# PROBLEM DETAILS
Some entries follow. Reproduce exactly the lines starting at the one with "assert [float(row[2]) for" and stopping after the one with "names = [tmp_path".
=== MATERIAL FOR THIS TASK ===
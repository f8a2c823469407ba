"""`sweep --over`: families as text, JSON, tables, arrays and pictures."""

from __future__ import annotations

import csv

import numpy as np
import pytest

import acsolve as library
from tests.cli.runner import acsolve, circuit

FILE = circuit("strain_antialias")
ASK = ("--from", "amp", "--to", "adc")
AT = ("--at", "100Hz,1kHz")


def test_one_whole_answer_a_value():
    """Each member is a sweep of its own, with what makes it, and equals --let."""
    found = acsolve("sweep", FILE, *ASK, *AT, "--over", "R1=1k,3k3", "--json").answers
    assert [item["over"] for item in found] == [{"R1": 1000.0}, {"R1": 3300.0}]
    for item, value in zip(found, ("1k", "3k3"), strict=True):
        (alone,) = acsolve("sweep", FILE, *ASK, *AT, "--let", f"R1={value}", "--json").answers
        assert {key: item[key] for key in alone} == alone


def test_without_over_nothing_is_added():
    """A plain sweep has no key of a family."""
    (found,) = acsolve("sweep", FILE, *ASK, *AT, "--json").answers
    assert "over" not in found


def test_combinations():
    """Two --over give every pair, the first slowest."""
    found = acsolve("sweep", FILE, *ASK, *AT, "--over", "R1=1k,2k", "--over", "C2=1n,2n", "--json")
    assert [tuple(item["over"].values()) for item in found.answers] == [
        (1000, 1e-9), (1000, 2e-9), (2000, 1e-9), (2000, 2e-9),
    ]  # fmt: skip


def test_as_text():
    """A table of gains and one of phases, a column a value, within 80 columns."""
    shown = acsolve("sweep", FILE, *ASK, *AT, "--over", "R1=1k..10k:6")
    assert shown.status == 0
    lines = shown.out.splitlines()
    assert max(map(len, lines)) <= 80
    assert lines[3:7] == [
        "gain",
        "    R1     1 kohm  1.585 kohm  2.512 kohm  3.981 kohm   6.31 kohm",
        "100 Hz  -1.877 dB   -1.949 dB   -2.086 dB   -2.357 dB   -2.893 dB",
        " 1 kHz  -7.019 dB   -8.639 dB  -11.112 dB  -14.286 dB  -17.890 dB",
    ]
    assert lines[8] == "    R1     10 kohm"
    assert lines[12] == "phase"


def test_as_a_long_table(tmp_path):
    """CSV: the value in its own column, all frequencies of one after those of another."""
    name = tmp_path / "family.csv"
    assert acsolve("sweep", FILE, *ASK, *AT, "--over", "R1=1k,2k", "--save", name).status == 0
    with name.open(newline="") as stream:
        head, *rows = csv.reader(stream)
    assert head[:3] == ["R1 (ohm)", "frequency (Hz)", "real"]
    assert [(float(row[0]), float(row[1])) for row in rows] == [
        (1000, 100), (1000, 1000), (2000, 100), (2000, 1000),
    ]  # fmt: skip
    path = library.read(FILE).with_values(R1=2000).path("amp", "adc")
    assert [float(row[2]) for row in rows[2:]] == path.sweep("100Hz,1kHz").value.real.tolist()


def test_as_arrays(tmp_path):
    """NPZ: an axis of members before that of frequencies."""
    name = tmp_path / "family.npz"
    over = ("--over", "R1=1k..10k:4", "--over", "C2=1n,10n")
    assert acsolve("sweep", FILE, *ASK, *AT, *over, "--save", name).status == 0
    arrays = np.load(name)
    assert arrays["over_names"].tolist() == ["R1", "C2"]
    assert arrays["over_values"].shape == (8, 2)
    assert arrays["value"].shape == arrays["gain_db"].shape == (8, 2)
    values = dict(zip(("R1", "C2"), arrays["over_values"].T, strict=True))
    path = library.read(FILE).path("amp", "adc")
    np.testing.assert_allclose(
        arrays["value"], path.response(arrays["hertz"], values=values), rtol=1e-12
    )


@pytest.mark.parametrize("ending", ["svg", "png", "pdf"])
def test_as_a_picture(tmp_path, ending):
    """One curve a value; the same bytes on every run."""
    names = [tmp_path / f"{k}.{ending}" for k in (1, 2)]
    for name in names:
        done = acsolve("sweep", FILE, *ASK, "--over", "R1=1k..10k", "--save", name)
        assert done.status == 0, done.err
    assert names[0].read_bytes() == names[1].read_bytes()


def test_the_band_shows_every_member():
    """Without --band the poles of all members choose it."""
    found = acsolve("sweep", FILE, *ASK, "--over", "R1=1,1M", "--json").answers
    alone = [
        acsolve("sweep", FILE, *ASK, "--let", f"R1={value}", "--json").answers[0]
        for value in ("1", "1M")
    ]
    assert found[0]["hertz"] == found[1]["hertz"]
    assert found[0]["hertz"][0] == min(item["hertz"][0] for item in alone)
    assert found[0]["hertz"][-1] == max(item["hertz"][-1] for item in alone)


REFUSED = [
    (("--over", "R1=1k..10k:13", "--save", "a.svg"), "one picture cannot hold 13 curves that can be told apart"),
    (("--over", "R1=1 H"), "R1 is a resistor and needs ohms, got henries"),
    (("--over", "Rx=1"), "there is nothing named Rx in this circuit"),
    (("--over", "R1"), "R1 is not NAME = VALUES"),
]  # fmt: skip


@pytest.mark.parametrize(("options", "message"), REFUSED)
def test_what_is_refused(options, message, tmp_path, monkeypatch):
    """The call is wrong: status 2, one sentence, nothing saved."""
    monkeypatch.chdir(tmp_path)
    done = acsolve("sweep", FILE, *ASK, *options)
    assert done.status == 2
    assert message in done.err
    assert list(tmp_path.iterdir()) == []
===
# SOLUTION FOR THIS TASK
    assert [float(row[2]) for row in rows[2:]] == path.sweep("100Hz,1kHz").value.real.tolist()


def test_as_arrays(tmp_path):
    """NPZ: an axis of members before that of frequencies."""
    name = tmp_path / "family.npz"
    over = ("--over", "R1=1k..10k:4", "--over", "C2=1n,10n")
    assert acsolve("sweep", FILE, *ASK, *AT, *over, "--save", name).status == 0
    arrays = np.load(name)
    assert arrays["over_names"].tolist() == ["R1", "C2"]
    assert arrays["over_values"].shape == (8, 2)
    assert arrays["value"].shape == arrays["gain_db"].shape == (8, 2)
    values = dict(zip(("R1", "C2"), arrays["over_values"].T, strict=True))
    path = library.read(FILE).path("amp", "adc")
    np.testing.assert_allclose(
        arrays["value"], path.response(arrays["hertz"], values=values), rtol=1e-12
    )


@pytest.mark.parametrize("ending", ["svg", "png", "pdf"])
def test_as_a_picture(tmp_path, ending):
    """One curve a value; the same bytes on every run."""
    names = [tmp_path / f"{k}.{ending}" for k in (1, 2)]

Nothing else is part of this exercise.